The greater number of secondary complications identified at the beginning of rehabilitation was associated with a decrease in the likelihood of being engaged in paid work. Previous studies have also shown a negative association between secondary complications and return to or retention at work [6, 10]. As secondary complications are modifiable factors and occur early after SCI, they should not be neglected in the rehabilitation process [30].

Satisfaction with the work status and a good self-perceived ability to work were predictors of paid work. Although evidence shows a positive relationship between satisfaction with life and work [5], few studies have evaluated satisfaction with the work status as a key result [3]. However, caution is needed before affirming that greater satisfaction with work status and a positive perception of work ability are predictors of paid work owing to the possibility of reverse causality. In other words, individuals who are engaged in paid work are more satisfied and consider themselves more capable than those who are not involved in work activities.

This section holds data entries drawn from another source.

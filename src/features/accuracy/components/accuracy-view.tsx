import { useQuery } from '@tanstack/react-query';
import type { ModelAccuracy } from '@shared/schemas/accuracy';
import { MethodNote } from '../../../components/method-note';
import { accuracyQueries } from '../api';
import { ReliabilityChart } from './reliability-chart';

const fixed = (x: number, places = 3) => x.toFixed(places);
const ROWS: { key: keyof NonNullable<ModelAccuracy['scores']>; label: string }[] = [
  { key: 'chance', label: 'The chance shown in What ripens here' },
  { key: 'overallRate', label: 'The variety’s overall rate, everywhere' },
  { key: 'adjustedShare', label: 'The adjusted share the atlas ranked by before' },
];

/** The public accuracy page: leave-one-grower-out scores, skill and the reliability diagram. */
export function AccuracyView() {
  const { data, error, isLoading } = useQuery(accuracyQueries.current());
  if (isLoading) return <p className="text-sm text-ink/70">Loading…</p>;
  if (error) return <p className="text-sm text-red-700">{error.message}</p>;
  if (!data) return null;
  if (data.status === 'pending' || !data.scores) {
    return <p className="rounded-lg border border-fig-100 bg-white p-4 text-sm">The figures have not been worked out yet: a background job does it after reports change. Look again in a few minutes.</p>;
  }
  const when = data.computedAt ? new Date(data.computedAt).toLocaleString(undefined, { dateStyle: 'medium', timeStyle: 'short' }) : '';
  const skill = data.brierSkillScore;
  const checked = data.bins.filter((b) => b.count >= 30 && b.meanPredicted !== null && b.observed !== null);
  const worst = checked.reduce((m, b) => Math.max(m, Math.abs(b.observed! - b.meanPredicted!)), 0);
  return (
    <div className="flex flex-col gap-6">
      {data.demoShare > 0 && (
        <p role="note" className="rounded-lg border border-amber-300 bg-amber-50 p-3 text-sm text-amber-950">
          {data.demoShare >= 0.999 ? 'All' : `${Math.round(data.demoShare * 100)} % of`} these figures come from the invented demo data: they show how the check works, not how good
          the odds are for real gardens.
        </p>
      )}
      <p className="text-sm">
        Worked out on {when} from <strong>{data.treeSeasons.toLocaleString()}</strong> tree-seasons ({data.trees.toLocaleString()} trees of {data.growers.toLocaleString()} growers). Each grower’s
        trees were predicted by a model that had never seen that grower’s reports.
      </p>
      <section aria-labelledby="scores-title" className="rounded-lg border border-fig-100 bg-white p-4">
        <h2 id="scores-title" className="font-semibold text-fig-900">
          Scores (lower is better)
        </h2>
        <div className="mt-2 overflow-x-auto">
          <table className="w-full text-left text-sm">
            <thead>
              <tr className="border-b border-fig-100 text-xs text-ink/70">
                <th className="py-1 pr-3 font-medium">Forecast</th>
                <th className="py-1 pr-3 text-right font-medium">Brier score</th>
                <th className="py-1 text-right font-medium">Log loss</th>
              </tr>
            </thead>
            <tbody>
              {ROWS.map((row) => (
                <tr key={row.key} className="border-b border-fig-50 last:border-0">
                  <td className="py-1 pr-3">{row.label}</td>
                  <td className="py-1 pr-3 text-right tabular-nums">{fixed(data.scores![row.key].brier)}</td>
                  <td className="py-1 text-right tabular-nums">{fixed(data.scores![row.key].logLoss)}</td>
                </tr>
              ))}
            </tbody>
          </table>
        </div>
        <p className="mt-3 text-sm">
          Brier skill score against the variety’s overall rate: <strong className="tabular-nums">{skill === null ? 'not defined' : fixed(skill)}</strong>
          {skill !== null && (skill > 0 ? ' — the chance does better than simply quoting how often the variety ripens everywhere.' : ' — the chance does no better than the variety’s overall rate.')}
        </p>
      </section>
      <section aria-labelledby="reliability-title" className="rounded-lg border border-fig-100 bg-white p-4">
        <h2 id="reliability-title" className="font-semibold text-fig-900">
          Does a 70 % chance come true 7 times in 10?
        </h2>
        <ReliabilityChart bins={data.bins} />
        <p className="text-xs text-ink/70">
          Each dot is one tenth of the chances given (its area follows the number of tree-seasons); on the dashed diagonal the chance means exactly what it says.
          {checked.length > 0 && ` In ${checked.length === 1 ? 'the one tenth' : `the ${checked.length} tenths`} with 30 or more tree-seasons the chance is off by at most ${Math.round(worst * 100)} points.`}
        </p>
        <div className="mt-2 overflow-x-auto">
          <table className="w-full text-right text-xs tabular-nums">
            <caption className="sr-only">Reliability bins</caption>
            <thead>
              <tr className="border-b border-fig-100 text-ink/70">
                <th className="py-1 text-left font-medium">Chance given</th>
                <th className="py-1 font-medium">Tree-seasons</th>
                <th className="py-1 font-medium">Mean chance</th>
                <th className="py-1 font-medium">Edible crop seen</th>
              </tr>
            </thead>
            <tbody>
              {data.bins.map((b) => (
                <tr key={b.from} className="border-b border-fig-50 last:border-0">
                  <td className="py-0.5 text-left">
                    {Math.round(b.from * 100)}–{Math.round(b.to * 100)} %
                  </td>
                  <td className="py-0.5">{b.count}</td>
                  <td className="py-0.5">{b.meanPredicted === null ? '–' : `${Math.round(b.meanPredicted * 100)} %`}</td>
                  <td className="py-0.5">{b.observed === null ? '–' : `${Math.round(b.observed * 100)} %`}</td>
                </tr>
              ))}
            </tbody>
          </table>
        </div>
      </section>
      <MethodNote method={data.method}>
        A tree-season is one tree reported in one season; it counts as an edible crop when a crop that can set fruit there ripened. The Brier score is the mean squared gap
        between the chance and what happened (0 is perfect); the log loss punishes confident misses hardest.
      </MethodNote>
    </div>
  );
}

The results of the present study differ from previous studies that consistently demonstrated that age at the time of SCI, severity of the injury, FIM, and pre-injury education are strong predictors of work after injury [14, 29, 30]. The low variability in the ages of our participants may have interfered in the association between age at the time of injury and work status. In the univariate analysis, the highest FIM motor score showed a positive association with paid work. Likewise, greater injury severity (complete) showed a negative association with paid work. However, these variables were not significant predictors in the multivariate analysis. These results confirm that the work status outcome is complex and multifactorial. Thus, although injury and functional aspects are known to be important, they can be influenced by social and personal factors, especially in people with SCI from developing countries.

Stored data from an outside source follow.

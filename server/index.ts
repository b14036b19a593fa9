import { createApp } from './app';
import { createDb, migrateDb } from './db/client';
import { startMail } from './email';
import { appJobs } from './jobs/app-jobs';
import { createScheduler } from './jobs/scheduler';
import { readConfig } from './lib/config';
import { seedDatabase } from './seed';

const config = readConfig();
const db = createDb(config.dbFile);
migrateDb(db);
await seedDatabase(db, config);

const { mailer } = await startMail(config, db);
createScheduler(db, appJobs({ db, mailer, appUrl: config.appUrl })).start();

const app = createApp({ db, config, mailer });
app.listen(config.port, config.host, () => {
  console.log(`Syconium is running at http://${config.host === '0.0.0.0' ? 'localhost' : config.host}:${config.port}/`);
});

It is noteworthy that only 20% of our sample participated in a vocational rehabilitation program. People with SCI can benefit from vocational rehabilitation in the job placement and reintegration process [15]. Vocational rehabilitation is a valuable strategy for the inclusion of this population, with guaranteed rights, equal opportunities, and the possibility of expanding participation at work.

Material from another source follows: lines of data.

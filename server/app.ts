import { createAccuracyRouter } from './accuracy/accuracy.router';
import express, { type Express } from 'express';
import session from 'express-session';
import helmet from 'helmet';
import type { Config } from './lib/config';
import type { Db } from './db/client';
import { createAuthRouter, type AuthRouterDeps } from './auth/auth.router';
import { createPasswordResetRouter, type PasswordResetDeps } from './auth/password-reset.router';
import { sendVerificationEmail } from './auth/verification';
import { createVerificationRouter } from './auth/verification.router';
import { createDevMailRouter } from './email/dev-mail.router';
import { createDigestRouter } from './email/digest.router';
import { createMailer, type Mailer } from './email/mailer';
import { createPassport } from './auth/passport';
import { SqliteSessionStore } from './auth/session-store';
import { createUsersRouter } from './users/users.router';
import { createVarietiesRouter } from './varieties/varieties.router';
import { createCatalogueRouter } from './varieties/catalogue.router';
import { createModerationRouter } from './moderation/moderation.router';
import { createAuditRouter } from './audit/audit.router';
import { createWaspAreasRouter } from './wasp-areas/wasp-areas.router';
import { createReportsRouter, type ReportsRouterDeps } from './reports/reports.router';
import { createUploadsRouter } from './photos/uploads.router';
import { createSavedPlacesRouter } from './saved-places/saved-places.router';
import { createGuidanceRouter } from './guidance/guidance.router';
import { createPinsRouter } from './atlas-pins/pins.router';
import { createPlacesRouter } from './places/places.router';
import { createTilesRouter } from './tiles/tiles.router';
import { createAtlasRouter } from './atlas/atlas.router';
import { createStationsRouter } from './stations/stations.router';
import { PAYMENTS_OFF, type Payments } from './support/payments';
import { createSupportRouter, createSupportWebhookRouter } from './support/support.router';
import { createFollowsRouter } from './follows/follows.router';
import { createUnitsRouter } from './account/units.router';
import { csrfGuard } from './middleware/csrf';
import { jsonOrMultipartOnly } from './middleware/json-only';
import { loginSession, SESSION_COOKIE } from './middleware/login-session';
import { refuseLargeJson } from './middleware/refuse-large-body';
import { apiNotFound, errorHandler } from './middleware/error-handler';
import { appShellScriptHashes } from './client/inline-scripts';
import { serveClient } from './client/serve-client';
import { createHealthRouter, createMetricsRouter } from './ops/ops.router';
import { createLogger, requestLogger } from './ops/request-log';
import type { Logger } from 'pino';

export interface AppDeps {
  db: Db;
  config: Config;
  signInLimit?: AuthRouterDeps['signInLimit'];
  signUpLimit?: AuthRouterDeps['signUpLimit'];
  /** Outgoing mail (server/email/index.ts starts it); without one, mail follows the SMTP settings. */
  mailer?: Mailer;
  forgotLimit?: PasswordResetDeps['forgotLimit'];
  photoUploadLimit?: ReportsRouterDeps['photoUploadLimit'];
  /** The payment provider for contributions (server/support/payments.ts starts it); without one, contributions are off. */
  payments?: Payments;
  /** Where request logs go (tests capture them); by default stdout at `config.logLevel`. */
  logger?: Logger;
}

/** Build the Express app (no listen): middleware, API routers, /api 404, the client, errors last. */
export function createApp(deps: AppDeps): Express {
  const { db, config } = deps;
  // server/index.ts settles the secret first (withSessionSecret); never sign cookies with a default.
  if (!config.sessionSecret) throw new Error('createApp needs config.sessionSecret (see server/lib/session-secret.ts)');
  const app = express();
  app.disable('x-powered-by');
  app.set('trust proxy', 'loopback');
  app.use(requestLogger(deps.logger ?? createLogger(config.logLevel)));

  app.use(
    helmet({
      contentSecurityPolicy: {
        directives: {
          // The app shell's own inline script (the first pins request), allowed by its hash alone.
          'script-src': ["'self'", ...appShellScriptHashes(config.clientDir)],
          // MapLibre runs its worker from a blob/same-origin URL and draws images from blobs.
          'worker-src': ["'self'", 'blob:'],
          'child-src': ["'self'", 'blob:'],
          'img-src': ["'self'", 'data:', 'blob:'],
          'connect-src': ["'self'"],
          'font-src': ["'self'", 'data:'],
          'style-src': ["'self'", "'unsafe-inline'"],
          'upgrade-insecure-requests': null,
        },
      },
      crossOriginEmbedderPolicy: false,
    }),
  );

  const mailer = deps.mailer ?? createMailer(config);
  const support = { db, payments: deps.payments ?? PAYMENTS_OFF, mailer, appUrl: config.appUrl };
  // The provider signs the raw bytes: its webhook goes before the JSON parser (and outside the CSRF guard).
  app.use('/api/support/webhook', createSupportWebhookRouter(support));

  app.use(refuseLargeJson(1024 * 1024), express.json({ limit: '1mb' }));

  const passport = createPassport(db);
  app.use(
    loginSession(
      session({
        name: SESSION_COOKIE,
        secret: config.sessionSecret,
        store: new SqliteSessionStore(db),
        resave: false,
        saveUninitialized: false,
        rolling: true,
        cookie: { httpOnly: true, sameSite: 'lax', secure: config.env === 'production' && process.env.SYCONIUM_HTTPS === 'true', maxAge: 30 * 86_400_000 },
      }),
      passport.session(),
    ),
  );

  const api = express.Router();
  api.use(csrfGuard, jsonOrMultipartOnly);
  api.use('/health', createHealthRouter({ db }));
  const mail = { db, mailer, appUrl: config.appUrl };
  const onSignedUp = async (user: Express.User) => void (await sendVerificationEmail(mail, user));
  api.use('/auth', createAuthRouter({ db, passport, signInLimit: deps.signInLimit, signUpLimit: deps.signUpLimit, onSignedUp, mail }));
  api.use('/auth', createVerificationRouter(mail), createPasswordResetRouter({ ...mail, forgotLimit: deps.forgotLimit }));
  api.use('/email', createDigestRouter({ db }));
  if (config.devMail) api.use('/dev/mail', createDevMailRouter({ db }));
  api.use('/users', createUsersRouter({ db }));
  api.use(createAtlasRouter({ db })); // /atlas/near and /varieties/:id/fit
  api.use('/varieties', createCatalogueRouter({ db }));
  api.use('/varieties', createVarietiesRouter({ db }));
  api.use('/wasp-areas', createWaspAreasRouter({ db }));
  api.use('/stations', createStationsRouter({ db }));
  api.use('/reports', createReportsRouter({ db, config, photoUploadLimit: deps.photoUploadLimit }));
  api.use('/saved-places', createSavedPlacesRouter({ db }));
  api.use('/guidance', createGuidanceRouter({ db }));
  api.use('/atlas/pins', createPinsRouter({ db }));
  api.use('/places', createPlacesRouter());
  api.use('/follows', createFollowsRouter({ db }));
  api.use('/account', createUnitsRouter({ db }));
  api.use('/accuracy', createAccuracyRouter({ db }));
  api.use('/moderation', createModerationRouter({ db }));
  api.use('/audit', createAuditRouter({ db }));
  api.use('/support', createSupportRouter(support));
  api.use(apiNotFound);
  app.use('/api', api);
  app.use(createMetricsRouter({ metricsToken: config.metricsToken }));
  app.use('/uploads', createUploadsRouter({ db, config }));
  app.use('/tiles', createTilesRouter({ tilesDir: config.tilesDir }));

  // The built client, precompressed; client-side routes get the app shell (not unknown /uploads or /tiles paths: those are 404s).
  if (config.env !== 'test') serveClient(app, config.clientDir);

  app.use(errorHandler);
  return app;
}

This study has some limitations. First, the sample was restricted to a single rehabilitation center and it is not known whether it is representative of the general population of people with traumatic SCI. Second, data were self-reported with potential for retrospective recall bias. This problem may be overcome using a prospective design whereby participants are asked to diarize work related events. Third, we lacked information on crucial aspects such as occupation and psychological components such as locus of control. Fourth, work status is highly context-dependent [7] and, thus, the results of this study cannot be readily generalized to other countries with different disability policy and benefit systems. Finally, long-term follow-up studies are needed to more accurately trace information on the labor participation of people with SCI. Bloom et al. (2018) proposed broader measures of work including retention, income and hours worked. These measures can help evaluate and improve the quality of paid work for people with SCI [3]. The results of this study may contribute to the design of timely and person-centered interventions to improve the vocational potential after SCI.

Conclusion

Individuals of working-age with SCI who underwent a rehabilitation program in Brazil had a low rate of paid work. Fewer complications at the time of the injury, returning to study, a good work ability, and greater satisfaction with the work status increased the likelihood of being engaged in paid work.